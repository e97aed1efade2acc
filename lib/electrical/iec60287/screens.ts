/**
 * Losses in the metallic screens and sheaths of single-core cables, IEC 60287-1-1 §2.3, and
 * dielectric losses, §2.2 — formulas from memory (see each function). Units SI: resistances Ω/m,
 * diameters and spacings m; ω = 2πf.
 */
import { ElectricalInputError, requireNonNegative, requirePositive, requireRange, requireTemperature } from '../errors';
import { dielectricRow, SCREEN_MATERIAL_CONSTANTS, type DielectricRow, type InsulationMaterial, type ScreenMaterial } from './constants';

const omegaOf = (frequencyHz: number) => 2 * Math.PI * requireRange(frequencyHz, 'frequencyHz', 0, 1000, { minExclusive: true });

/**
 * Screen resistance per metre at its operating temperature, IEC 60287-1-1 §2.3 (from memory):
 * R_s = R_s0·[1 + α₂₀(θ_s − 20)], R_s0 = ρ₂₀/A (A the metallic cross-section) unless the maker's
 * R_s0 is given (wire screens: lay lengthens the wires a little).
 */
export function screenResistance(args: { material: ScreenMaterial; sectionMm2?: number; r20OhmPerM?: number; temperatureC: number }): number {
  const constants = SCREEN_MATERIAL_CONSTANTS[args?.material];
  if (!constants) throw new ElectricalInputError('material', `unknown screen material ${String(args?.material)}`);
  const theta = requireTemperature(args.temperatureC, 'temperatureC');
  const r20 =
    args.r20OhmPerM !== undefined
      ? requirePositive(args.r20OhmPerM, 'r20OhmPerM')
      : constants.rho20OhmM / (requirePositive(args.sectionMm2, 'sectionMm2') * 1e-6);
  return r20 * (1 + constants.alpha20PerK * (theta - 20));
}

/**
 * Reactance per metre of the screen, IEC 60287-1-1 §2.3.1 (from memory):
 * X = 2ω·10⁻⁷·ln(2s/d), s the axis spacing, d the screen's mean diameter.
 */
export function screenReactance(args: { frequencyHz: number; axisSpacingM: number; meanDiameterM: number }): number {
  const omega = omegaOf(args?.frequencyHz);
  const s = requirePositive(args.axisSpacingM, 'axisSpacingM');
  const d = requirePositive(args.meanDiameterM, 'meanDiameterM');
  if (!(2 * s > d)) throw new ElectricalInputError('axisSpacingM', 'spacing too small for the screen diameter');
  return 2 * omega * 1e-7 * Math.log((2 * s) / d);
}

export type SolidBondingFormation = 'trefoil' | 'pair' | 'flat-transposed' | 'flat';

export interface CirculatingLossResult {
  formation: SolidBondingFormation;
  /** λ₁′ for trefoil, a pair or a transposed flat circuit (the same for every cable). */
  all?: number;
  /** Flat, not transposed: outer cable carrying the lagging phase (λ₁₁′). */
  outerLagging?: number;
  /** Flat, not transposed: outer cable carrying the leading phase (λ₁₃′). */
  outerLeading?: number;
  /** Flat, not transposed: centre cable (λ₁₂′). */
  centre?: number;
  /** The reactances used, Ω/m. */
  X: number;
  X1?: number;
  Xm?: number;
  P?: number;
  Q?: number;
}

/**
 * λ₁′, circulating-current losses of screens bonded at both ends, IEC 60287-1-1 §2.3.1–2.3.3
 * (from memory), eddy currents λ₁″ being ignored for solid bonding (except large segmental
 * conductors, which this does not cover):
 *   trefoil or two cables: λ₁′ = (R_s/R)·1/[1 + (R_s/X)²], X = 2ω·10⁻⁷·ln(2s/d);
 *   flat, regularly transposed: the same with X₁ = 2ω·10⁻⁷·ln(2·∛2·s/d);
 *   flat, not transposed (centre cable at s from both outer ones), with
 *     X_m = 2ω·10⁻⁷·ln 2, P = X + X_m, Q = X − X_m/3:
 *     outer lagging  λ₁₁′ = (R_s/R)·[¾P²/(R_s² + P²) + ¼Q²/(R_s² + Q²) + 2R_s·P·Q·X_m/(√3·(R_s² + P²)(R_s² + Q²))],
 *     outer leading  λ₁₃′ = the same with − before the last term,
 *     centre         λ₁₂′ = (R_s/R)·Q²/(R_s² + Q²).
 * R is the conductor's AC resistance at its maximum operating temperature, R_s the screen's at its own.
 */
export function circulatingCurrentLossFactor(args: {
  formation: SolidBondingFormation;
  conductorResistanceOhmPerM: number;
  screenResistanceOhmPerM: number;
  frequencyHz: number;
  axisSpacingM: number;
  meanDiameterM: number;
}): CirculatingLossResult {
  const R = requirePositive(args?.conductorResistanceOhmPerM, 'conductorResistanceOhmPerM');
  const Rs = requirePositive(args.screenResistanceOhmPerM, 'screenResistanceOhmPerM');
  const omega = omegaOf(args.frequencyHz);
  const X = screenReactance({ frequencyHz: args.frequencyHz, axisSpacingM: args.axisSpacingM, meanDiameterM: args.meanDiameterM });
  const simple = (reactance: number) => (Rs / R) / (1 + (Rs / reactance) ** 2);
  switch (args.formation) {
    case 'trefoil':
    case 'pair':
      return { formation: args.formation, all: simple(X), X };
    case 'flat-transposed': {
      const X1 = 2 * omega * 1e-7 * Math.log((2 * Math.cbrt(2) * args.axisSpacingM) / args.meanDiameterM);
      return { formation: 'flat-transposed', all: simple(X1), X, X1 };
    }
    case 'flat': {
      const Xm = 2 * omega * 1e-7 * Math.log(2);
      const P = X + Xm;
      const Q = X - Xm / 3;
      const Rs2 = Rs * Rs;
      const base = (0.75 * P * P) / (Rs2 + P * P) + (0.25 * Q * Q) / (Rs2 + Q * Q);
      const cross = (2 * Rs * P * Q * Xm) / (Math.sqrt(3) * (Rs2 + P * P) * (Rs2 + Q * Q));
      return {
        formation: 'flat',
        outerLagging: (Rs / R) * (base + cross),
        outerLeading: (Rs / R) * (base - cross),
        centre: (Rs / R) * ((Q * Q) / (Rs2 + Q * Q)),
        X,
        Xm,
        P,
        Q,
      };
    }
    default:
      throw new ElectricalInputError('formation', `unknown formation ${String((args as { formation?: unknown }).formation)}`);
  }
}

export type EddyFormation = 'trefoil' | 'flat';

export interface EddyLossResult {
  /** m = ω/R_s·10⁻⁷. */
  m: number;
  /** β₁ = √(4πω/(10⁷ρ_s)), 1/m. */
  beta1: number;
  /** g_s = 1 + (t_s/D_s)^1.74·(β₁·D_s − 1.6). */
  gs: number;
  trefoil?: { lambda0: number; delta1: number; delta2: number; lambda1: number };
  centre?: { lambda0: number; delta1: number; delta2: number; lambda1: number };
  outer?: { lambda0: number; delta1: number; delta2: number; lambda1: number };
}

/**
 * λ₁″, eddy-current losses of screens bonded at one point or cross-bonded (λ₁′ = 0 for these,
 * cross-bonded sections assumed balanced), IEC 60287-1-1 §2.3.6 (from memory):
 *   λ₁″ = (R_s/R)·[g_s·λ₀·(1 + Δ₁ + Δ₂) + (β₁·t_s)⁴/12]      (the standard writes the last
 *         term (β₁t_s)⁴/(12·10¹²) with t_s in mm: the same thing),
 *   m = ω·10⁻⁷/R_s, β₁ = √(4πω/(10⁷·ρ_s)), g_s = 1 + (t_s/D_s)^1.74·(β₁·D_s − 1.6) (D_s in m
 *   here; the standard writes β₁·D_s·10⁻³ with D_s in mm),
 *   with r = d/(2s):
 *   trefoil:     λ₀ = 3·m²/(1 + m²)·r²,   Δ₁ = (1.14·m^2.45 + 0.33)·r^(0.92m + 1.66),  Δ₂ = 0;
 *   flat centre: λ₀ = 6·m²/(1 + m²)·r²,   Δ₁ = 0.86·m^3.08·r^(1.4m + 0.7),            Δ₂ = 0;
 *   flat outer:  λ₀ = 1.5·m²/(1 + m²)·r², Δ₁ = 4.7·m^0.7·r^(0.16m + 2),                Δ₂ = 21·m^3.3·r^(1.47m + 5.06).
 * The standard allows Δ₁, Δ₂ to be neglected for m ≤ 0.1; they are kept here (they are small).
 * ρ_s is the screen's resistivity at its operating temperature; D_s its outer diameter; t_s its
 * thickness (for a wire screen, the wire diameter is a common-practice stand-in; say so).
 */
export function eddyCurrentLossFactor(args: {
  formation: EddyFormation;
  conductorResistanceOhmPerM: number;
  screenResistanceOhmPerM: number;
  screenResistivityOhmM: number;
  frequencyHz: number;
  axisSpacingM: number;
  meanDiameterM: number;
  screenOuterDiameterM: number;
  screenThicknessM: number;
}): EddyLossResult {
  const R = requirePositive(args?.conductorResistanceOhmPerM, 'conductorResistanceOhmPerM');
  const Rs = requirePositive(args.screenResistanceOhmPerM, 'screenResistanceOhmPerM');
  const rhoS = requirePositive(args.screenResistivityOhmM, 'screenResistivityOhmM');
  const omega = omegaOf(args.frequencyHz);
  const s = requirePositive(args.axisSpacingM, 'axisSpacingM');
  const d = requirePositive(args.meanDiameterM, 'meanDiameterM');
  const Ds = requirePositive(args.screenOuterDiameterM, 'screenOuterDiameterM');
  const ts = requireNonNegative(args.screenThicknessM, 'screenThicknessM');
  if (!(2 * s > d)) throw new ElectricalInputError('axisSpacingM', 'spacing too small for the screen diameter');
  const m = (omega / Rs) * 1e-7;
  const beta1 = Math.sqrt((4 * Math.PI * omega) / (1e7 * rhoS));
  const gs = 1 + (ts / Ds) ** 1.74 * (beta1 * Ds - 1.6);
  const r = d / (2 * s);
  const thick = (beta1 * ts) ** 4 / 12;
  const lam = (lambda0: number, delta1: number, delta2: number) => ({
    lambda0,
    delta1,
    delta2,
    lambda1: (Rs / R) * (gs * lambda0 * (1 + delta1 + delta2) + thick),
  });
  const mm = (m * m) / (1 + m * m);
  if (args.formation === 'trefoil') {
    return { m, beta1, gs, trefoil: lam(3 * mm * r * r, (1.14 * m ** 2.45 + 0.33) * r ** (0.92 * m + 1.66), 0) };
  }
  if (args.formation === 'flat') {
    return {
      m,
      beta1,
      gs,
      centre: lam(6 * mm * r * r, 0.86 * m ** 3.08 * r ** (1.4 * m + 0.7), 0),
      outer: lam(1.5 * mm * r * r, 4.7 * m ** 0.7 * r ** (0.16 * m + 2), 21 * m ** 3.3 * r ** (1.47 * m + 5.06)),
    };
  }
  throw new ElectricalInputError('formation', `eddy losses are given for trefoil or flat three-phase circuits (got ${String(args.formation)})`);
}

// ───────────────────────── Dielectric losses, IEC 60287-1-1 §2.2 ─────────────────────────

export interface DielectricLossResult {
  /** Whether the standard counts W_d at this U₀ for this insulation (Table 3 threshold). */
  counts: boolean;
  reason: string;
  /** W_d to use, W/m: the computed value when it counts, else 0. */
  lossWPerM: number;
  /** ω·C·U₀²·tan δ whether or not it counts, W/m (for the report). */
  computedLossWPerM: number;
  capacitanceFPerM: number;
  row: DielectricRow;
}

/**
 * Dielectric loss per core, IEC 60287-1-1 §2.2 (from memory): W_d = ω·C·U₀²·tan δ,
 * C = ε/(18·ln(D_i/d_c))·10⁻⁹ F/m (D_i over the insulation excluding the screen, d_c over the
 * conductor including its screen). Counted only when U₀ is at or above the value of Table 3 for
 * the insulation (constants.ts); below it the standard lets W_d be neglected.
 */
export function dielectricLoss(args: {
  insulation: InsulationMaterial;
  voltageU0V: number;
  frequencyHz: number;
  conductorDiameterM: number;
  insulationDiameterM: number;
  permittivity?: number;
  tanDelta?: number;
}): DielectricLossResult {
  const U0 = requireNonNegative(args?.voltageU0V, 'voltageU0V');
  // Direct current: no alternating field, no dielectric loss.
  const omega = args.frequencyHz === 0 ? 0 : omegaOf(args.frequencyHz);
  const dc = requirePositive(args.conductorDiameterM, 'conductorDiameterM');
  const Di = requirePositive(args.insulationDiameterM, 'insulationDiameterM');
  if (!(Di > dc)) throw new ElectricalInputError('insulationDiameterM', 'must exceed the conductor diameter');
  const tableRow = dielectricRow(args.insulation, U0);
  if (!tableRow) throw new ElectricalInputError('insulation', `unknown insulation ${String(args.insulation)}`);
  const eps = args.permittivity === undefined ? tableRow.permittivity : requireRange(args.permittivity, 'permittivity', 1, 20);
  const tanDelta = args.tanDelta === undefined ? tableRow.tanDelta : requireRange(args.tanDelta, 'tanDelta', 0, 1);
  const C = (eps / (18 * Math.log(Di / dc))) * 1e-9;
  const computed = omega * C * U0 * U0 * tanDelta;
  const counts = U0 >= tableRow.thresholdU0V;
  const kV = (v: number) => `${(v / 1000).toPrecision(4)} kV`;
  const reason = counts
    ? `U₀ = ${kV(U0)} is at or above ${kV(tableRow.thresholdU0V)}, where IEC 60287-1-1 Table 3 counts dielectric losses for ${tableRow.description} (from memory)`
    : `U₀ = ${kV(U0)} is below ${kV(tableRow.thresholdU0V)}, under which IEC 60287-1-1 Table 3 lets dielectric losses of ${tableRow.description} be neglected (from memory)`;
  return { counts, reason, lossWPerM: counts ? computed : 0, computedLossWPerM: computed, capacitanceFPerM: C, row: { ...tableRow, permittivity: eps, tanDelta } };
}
·····
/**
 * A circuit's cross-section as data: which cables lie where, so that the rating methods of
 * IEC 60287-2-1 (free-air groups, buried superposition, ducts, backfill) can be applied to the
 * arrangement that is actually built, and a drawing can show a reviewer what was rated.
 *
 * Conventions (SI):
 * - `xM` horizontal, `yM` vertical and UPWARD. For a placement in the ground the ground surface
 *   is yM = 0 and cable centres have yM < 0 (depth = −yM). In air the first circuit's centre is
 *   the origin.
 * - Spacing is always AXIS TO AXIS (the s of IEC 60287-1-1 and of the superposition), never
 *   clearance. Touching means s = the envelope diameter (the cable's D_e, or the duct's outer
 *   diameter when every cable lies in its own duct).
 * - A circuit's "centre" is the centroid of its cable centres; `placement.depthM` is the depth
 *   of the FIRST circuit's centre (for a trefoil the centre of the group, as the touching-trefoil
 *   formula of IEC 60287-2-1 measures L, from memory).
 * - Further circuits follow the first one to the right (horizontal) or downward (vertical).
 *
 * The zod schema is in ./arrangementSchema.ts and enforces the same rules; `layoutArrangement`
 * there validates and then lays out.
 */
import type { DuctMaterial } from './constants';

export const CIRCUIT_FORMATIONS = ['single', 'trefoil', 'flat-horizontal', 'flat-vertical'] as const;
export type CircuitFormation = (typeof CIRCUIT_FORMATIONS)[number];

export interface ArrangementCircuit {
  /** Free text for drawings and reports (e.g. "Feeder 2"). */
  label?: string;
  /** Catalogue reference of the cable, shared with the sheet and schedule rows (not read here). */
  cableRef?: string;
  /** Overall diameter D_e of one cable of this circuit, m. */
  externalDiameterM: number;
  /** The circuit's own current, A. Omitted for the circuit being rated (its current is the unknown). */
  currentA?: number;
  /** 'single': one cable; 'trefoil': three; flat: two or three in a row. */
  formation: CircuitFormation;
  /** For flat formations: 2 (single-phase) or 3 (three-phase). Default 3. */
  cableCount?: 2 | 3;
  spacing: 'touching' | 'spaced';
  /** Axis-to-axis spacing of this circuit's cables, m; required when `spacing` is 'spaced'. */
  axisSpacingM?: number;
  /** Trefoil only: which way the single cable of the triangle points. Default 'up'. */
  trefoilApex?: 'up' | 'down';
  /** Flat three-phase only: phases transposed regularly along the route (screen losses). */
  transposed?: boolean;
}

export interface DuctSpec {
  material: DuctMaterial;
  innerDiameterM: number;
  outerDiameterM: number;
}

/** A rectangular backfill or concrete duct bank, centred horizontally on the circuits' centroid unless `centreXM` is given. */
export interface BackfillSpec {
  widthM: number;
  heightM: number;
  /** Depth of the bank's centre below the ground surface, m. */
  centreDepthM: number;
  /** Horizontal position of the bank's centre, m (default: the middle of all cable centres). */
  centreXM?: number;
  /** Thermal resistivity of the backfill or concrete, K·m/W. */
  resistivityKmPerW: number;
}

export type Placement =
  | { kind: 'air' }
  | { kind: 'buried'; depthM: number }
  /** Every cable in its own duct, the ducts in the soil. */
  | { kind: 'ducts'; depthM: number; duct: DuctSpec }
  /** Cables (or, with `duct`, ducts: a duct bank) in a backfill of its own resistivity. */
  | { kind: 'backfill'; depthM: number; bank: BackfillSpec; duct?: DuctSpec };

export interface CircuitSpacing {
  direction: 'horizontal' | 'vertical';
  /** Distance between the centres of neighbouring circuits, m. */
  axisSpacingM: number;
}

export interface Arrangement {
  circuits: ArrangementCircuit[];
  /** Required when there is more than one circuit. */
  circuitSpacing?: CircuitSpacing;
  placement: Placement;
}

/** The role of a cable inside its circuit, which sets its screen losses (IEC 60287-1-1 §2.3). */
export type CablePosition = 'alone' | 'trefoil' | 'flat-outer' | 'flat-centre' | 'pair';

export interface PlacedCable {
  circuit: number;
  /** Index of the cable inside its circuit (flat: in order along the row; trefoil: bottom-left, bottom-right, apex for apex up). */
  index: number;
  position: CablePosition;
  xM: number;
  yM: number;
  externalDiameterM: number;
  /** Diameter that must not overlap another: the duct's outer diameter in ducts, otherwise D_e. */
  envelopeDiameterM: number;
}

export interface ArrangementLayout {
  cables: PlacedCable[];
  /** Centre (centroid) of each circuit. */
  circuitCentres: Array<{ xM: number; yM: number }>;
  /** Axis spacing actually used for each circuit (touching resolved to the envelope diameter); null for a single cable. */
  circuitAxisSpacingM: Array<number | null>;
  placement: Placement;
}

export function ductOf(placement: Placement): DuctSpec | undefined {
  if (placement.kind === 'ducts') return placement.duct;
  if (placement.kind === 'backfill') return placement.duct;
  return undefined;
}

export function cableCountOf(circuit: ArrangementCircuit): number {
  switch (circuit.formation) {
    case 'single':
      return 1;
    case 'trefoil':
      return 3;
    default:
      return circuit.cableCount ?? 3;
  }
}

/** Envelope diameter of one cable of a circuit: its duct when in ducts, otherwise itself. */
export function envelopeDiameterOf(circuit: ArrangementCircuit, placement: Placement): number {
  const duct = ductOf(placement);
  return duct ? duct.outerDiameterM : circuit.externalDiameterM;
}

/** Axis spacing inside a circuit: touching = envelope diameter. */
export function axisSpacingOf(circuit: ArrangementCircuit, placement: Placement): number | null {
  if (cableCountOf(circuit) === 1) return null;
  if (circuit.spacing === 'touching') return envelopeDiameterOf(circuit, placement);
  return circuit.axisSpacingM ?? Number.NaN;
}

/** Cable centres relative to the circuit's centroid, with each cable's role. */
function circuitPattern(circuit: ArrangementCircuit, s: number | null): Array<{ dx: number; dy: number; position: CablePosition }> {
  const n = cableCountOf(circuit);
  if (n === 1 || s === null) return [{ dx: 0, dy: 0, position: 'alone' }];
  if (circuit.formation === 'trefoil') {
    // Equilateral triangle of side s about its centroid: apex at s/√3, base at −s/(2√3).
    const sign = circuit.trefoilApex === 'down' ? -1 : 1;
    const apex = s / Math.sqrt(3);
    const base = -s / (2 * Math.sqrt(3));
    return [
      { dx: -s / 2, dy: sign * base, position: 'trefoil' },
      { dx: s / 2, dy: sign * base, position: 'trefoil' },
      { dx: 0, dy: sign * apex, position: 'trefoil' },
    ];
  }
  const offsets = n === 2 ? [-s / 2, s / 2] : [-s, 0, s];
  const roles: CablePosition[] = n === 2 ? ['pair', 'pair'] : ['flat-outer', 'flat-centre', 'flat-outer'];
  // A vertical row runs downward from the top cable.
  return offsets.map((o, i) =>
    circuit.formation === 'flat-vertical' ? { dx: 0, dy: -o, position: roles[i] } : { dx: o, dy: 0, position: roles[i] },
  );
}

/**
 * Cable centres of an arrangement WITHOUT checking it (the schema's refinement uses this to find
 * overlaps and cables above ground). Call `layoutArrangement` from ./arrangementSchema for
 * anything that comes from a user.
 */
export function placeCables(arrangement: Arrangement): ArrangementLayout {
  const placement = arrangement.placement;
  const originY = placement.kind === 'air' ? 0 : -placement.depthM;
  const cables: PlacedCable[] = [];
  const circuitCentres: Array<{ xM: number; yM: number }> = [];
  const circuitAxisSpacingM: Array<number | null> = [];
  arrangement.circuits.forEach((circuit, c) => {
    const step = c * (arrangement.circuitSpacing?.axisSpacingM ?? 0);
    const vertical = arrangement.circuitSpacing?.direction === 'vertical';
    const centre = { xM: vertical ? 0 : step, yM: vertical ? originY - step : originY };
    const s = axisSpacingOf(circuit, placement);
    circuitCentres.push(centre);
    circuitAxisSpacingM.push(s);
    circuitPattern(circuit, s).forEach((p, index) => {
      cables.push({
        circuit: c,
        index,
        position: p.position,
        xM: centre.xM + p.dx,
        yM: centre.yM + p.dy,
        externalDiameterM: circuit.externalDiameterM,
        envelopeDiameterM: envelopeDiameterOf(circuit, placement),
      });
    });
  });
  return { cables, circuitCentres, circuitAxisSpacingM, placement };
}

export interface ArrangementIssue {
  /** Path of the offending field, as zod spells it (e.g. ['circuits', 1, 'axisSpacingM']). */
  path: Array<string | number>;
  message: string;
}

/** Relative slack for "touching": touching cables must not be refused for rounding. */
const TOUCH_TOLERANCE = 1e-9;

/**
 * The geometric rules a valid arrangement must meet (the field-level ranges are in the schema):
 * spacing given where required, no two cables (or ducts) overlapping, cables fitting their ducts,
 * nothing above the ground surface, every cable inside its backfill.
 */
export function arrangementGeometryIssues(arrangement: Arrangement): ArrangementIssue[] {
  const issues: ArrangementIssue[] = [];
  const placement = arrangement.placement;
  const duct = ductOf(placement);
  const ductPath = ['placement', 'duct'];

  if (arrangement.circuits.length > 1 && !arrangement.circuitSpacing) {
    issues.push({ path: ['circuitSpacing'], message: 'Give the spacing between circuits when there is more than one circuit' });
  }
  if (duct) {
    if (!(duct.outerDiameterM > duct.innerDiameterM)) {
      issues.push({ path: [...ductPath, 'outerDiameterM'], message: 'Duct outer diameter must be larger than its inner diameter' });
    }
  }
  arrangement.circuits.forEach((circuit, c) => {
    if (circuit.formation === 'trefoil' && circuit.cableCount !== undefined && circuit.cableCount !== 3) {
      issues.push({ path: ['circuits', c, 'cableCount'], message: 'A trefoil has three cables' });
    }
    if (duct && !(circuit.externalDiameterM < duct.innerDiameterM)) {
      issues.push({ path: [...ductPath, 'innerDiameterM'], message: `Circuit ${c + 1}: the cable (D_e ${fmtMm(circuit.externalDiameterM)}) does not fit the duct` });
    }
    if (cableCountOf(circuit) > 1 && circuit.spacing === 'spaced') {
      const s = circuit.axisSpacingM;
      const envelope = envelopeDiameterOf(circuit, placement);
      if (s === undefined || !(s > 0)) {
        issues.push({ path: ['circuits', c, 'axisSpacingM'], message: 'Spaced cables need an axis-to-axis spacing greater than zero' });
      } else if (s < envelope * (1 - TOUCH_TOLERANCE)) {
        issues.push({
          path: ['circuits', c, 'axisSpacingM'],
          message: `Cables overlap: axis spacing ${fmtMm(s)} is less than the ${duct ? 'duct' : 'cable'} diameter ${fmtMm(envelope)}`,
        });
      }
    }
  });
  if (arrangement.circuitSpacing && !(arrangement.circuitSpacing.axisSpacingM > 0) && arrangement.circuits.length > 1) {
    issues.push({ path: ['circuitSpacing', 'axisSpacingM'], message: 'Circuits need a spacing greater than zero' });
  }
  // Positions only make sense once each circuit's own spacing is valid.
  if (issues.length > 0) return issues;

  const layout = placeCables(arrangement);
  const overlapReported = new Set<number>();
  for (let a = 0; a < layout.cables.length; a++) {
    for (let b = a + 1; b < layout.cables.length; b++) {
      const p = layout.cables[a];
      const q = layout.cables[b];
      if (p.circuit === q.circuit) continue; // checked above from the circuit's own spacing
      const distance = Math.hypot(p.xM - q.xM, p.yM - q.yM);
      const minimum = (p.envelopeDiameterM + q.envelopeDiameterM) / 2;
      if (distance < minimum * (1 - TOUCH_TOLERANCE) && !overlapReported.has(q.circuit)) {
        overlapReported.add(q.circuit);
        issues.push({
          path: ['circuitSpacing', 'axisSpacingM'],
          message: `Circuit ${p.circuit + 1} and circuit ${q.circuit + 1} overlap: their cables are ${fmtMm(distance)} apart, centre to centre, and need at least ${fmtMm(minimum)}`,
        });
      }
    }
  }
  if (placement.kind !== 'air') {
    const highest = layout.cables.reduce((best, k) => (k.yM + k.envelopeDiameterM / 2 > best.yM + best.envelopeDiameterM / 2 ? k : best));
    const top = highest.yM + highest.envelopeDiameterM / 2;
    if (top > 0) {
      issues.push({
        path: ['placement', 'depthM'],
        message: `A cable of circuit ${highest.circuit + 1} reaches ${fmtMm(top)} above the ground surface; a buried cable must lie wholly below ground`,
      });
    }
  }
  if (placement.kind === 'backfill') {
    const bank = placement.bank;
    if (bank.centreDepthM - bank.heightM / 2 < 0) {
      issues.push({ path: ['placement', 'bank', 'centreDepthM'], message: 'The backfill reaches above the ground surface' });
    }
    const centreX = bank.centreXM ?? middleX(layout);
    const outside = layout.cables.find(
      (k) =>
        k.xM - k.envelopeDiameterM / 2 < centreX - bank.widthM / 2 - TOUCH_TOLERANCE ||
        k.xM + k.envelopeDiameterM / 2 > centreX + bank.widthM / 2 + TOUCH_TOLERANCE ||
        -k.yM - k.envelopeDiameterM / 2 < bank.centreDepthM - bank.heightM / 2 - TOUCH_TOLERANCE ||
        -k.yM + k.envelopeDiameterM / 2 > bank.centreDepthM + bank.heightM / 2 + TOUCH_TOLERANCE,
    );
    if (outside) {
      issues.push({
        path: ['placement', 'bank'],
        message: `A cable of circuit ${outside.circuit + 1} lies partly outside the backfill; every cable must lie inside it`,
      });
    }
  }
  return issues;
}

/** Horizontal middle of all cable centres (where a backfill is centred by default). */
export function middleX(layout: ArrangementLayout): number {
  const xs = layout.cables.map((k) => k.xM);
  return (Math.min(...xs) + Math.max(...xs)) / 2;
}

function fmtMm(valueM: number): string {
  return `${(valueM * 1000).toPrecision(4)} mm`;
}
·····
Say how many lines in the entries include the word "core", with no text around the number.

WRITTEN REPLY: 2